### [Exercise]
Among the lines of data below, reproduce only those from the one with "if (Object.keys(changes).length) await" through the one with "band's ranges. */", exactly as they stand, both ends included.

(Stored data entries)
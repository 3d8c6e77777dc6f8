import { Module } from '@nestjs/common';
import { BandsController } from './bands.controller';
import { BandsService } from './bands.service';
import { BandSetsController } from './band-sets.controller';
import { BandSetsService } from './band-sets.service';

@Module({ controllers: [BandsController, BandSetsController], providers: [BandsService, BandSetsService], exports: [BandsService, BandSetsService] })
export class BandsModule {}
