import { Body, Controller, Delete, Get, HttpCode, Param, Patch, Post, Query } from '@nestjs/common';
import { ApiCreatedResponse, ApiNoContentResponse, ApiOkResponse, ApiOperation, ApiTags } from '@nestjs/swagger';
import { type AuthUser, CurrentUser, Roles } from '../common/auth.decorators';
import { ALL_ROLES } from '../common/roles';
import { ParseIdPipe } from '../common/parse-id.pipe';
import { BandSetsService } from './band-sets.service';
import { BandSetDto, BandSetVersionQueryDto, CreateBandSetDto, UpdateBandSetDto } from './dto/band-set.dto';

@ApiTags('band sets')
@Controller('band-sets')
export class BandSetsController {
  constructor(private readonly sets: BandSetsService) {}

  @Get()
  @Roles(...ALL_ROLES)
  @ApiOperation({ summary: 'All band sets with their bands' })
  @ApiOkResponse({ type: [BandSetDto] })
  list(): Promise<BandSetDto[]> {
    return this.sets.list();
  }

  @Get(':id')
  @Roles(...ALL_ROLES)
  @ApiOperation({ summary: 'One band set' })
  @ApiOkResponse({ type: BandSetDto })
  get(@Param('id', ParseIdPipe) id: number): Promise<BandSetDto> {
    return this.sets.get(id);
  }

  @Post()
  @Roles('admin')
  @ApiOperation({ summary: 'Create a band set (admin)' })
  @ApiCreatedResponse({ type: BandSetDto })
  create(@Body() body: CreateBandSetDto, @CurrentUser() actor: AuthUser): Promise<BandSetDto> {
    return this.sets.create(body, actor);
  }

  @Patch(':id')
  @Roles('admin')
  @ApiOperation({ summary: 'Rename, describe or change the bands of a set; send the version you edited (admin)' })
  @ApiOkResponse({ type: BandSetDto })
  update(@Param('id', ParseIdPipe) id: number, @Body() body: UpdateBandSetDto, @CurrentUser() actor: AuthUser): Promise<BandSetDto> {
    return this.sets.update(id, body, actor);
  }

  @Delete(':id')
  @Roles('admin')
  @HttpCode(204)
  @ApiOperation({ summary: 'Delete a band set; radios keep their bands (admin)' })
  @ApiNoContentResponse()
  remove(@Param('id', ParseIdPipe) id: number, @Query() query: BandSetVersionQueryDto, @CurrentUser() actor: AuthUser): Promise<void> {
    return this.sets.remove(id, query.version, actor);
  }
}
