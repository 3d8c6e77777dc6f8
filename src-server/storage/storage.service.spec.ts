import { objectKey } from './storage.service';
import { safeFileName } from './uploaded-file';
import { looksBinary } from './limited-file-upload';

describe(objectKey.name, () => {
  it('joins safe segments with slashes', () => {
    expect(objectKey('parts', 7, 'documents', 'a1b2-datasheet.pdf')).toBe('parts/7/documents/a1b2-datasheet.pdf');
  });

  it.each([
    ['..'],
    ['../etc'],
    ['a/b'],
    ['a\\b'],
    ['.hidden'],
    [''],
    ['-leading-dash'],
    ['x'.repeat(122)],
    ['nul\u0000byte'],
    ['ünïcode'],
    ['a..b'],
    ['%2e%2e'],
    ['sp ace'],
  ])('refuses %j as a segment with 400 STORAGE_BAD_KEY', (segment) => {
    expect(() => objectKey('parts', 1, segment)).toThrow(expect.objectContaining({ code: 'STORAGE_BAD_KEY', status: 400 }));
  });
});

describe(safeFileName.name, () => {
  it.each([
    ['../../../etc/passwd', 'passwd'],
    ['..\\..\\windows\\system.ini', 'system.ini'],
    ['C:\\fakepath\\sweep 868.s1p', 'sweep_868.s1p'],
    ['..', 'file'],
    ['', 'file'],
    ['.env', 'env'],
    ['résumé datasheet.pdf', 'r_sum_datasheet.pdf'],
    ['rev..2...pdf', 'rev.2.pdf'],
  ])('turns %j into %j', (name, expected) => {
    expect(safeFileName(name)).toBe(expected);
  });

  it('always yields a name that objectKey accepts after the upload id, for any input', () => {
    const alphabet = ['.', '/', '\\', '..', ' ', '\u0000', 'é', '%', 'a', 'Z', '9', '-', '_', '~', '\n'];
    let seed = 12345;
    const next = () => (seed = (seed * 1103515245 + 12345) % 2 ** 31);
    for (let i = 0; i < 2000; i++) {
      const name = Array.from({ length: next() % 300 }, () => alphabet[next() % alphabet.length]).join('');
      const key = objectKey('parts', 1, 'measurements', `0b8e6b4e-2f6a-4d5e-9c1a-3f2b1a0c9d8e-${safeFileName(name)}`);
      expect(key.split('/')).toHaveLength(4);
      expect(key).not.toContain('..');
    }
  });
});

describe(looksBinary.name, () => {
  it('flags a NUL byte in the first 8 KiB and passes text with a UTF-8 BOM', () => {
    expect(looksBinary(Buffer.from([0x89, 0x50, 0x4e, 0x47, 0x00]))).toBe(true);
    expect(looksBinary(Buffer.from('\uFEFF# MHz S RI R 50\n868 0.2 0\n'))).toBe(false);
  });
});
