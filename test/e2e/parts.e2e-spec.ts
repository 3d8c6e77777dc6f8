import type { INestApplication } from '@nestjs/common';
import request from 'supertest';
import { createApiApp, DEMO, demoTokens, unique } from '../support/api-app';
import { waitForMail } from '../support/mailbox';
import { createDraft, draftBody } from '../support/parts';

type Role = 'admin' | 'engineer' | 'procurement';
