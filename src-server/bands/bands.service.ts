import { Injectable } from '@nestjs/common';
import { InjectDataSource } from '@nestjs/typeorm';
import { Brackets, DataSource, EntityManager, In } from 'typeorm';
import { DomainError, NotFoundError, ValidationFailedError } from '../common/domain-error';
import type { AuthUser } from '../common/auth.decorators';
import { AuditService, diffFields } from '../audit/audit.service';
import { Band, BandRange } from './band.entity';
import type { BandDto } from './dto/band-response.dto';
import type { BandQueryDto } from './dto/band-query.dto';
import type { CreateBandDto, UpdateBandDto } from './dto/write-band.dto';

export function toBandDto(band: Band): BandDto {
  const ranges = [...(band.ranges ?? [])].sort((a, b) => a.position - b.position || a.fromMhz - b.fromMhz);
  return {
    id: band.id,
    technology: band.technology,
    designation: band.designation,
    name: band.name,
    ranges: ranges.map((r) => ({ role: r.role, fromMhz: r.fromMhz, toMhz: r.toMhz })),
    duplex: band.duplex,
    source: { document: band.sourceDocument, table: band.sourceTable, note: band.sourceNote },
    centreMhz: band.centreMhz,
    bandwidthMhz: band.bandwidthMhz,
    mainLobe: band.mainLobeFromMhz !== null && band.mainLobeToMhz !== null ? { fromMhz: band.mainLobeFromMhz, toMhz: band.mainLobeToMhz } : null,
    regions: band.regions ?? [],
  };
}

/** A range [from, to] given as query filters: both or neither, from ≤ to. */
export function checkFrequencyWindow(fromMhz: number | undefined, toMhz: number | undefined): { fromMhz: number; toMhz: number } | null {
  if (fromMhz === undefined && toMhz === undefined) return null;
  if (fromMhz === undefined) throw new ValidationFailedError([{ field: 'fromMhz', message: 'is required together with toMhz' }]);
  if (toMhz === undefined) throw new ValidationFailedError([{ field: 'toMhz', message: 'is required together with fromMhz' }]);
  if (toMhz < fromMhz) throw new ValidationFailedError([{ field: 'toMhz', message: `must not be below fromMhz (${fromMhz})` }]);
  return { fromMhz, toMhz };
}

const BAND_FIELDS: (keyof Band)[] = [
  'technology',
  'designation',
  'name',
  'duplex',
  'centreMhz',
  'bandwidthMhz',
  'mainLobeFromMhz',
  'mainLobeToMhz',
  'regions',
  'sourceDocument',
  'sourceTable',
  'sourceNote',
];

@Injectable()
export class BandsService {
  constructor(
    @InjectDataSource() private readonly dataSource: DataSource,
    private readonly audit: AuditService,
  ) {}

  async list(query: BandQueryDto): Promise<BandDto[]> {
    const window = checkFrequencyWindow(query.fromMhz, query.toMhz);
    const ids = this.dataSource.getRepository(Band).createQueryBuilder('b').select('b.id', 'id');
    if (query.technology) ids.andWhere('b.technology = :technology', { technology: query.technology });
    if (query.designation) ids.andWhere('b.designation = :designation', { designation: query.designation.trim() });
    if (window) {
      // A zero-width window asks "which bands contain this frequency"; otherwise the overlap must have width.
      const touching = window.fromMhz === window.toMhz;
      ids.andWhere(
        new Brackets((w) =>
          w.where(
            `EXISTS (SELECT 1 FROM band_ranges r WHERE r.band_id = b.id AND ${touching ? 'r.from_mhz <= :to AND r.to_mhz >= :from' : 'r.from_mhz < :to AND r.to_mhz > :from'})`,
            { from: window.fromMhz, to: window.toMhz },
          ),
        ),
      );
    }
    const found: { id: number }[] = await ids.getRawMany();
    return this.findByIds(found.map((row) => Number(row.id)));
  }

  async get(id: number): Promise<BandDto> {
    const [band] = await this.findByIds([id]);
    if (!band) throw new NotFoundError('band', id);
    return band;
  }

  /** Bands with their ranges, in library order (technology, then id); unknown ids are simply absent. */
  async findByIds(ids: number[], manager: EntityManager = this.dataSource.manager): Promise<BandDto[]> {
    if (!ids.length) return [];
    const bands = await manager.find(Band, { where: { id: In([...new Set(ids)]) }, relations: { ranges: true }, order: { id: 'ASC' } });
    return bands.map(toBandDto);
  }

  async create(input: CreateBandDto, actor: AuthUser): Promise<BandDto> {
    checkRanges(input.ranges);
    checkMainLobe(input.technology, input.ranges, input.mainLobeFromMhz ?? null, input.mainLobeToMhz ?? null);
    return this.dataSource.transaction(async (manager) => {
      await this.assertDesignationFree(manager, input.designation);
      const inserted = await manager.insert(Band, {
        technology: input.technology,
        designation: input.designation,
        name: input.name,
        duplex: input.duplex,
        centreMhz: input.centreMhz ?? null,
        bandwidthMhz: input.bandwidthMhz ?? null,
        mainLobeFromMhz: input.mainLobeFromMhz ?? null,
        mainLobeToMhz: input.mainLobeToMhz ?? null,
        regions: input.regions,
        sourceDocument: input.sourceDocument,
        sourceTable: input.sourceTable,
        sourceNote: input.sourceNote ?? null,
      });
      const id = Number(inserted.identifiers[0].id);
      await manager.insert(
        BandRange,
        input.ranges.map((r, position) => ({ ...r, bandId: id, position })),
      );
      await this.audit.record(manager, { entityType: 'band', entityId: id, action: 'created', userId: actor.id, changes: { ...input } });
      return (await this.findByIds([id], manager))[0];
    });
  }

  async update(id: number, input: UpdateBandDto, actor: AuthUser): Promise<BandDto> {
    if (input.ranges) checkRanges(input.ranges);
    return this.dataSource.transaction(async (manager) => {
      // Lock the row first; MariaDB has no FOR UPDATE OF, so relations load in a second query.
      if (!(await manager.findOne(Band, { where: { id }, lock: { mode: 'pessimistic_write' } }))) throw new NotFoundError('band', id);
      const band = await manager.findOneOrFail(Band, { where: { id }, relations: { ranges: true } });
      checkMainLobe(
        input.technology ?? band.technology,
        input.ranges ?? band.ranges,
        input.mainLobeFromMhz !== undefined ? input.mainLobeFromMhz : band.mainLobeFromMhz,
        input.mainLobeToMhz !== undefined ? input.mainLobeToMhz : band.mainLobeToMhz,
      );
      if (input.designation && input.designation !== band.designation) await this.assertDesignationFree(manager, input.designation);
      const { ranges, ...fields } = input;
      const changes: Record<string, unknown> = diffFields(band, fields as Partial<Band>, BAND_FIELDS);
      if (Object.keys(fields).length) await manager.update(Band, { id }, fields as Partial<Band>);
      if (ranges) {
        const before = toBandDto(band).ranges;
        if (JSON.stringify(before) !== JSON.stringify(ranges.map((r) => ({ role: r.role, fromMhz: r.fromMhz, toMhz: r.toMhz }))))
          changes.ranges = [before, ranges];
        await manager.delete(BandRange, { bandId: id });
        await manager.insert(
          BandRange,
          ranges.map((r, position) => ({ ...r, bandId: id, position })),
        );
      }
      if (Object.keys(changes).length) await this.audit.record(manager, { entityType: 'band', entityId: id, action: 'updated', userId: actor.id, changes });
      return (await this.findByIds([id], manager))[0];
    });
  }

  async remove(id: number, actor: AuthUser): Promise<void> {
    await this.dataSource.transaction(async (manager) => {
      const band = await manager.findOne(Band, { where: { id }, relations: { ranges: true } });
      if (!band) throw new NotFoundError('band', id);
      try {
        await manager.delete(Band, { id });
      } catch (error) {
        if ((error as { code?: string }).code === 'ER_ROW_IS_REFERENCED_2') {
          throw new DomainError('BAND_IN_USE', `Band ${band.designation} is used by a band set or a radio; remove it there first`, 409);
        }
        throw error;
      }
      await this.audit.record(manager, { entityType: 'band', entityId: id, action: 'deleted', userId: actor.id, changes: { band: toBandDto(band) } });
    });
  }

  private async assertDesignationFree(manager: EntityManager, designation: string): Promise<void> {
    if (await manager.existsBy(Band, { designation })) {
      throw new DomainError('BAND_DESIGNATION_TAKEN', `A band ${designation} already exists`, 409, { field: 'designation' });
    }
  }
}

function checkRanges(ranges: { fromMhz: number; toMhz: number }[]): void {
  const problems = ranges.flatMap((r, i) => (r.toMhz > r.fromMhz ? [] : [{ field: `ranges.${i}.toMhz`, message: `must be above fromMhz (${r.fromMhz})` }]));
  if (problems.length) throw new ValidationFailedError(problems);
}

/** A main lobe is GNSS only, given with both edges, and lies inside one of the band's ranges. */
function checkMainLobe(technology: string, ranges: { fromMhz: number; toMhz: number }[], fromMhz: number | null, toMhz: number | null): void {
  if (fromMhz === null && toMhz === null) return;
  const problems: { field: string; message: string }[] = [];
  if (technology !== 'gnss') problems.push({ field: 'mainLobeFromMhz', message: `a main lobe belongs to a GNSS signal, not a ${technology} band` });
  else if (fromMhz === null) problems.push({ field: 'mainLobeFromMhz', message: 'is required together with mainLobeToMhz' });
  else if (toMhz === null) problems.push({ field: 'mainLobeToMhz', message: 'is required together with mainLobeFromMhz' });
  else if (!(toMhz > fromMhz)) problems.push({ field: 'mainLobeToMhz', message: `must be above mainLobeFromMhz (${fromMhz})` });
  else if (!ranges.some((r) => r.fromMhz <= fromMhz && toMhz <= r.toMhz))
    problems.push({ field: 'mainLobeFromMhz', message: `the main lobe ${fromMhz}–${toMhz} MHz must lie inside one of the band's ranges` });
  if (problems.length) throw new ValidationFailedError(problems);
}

### [Solution for this exercise]
      if (Object.keys(changes).length) await this.audit.record(manager, { entityType: 'band', entityId: id, action: 'updated', userId: actor.id, changes });
      return (await this.findByIds([id], manager))[0];
    });
  }

  async remove(id: number, actor: AuthUser): Promise<void> {
    await this.dataSource.transaction(async (manager) => {
      const band = await manager.findOne(Band, { where: { id }, relations: { ranges: true } });
      if (!band) throw new NotFoundError('band', id);
      try {
        await manager.delete(Band, { id });
      } catch (error) {
        if ((error as { code?: string }).code === 'ER_ROW_IS_REFERENCED_2') {
          throw new DomainError('BAND_IN_USE', `Band ${band.designation} is used by a band set or a radio; remove it there first`, 409);
        }
        throw error;
      }
      await this.audit.record(manager, { entityType: 'band', entityId: id, action: 'deleted', userId: actor.id, changes: { band: toBandDto(band) } });
    });
  }

  private async assertDesignationFree(manager: EntityManager, designation: string): Promise<void> {
    if (await manager.existsBy(Band, { designation })) {
      throw new DomainError('BAND_DESIGNATION_TAKEN', `A band ${designation} already exists`, 409, { field: 'designation' });
    }
  }
}

function checkRanges(ranges: { fromMhz: number; toMhz: number }[]): void {
  const problems = ranges.flatMap((r, i) => (r.toMhz > r.fromMhz ? [] : [{ field: `ranges.${i}.toMhz`, message: `must be above fromMhz (${r.fromMhz})` }]));
  if (problems.length) throw new ValidationFailedError(problems);
}

/** A main lobe is GNSS only, given with both edges, and lies inside one of the band's ranges. */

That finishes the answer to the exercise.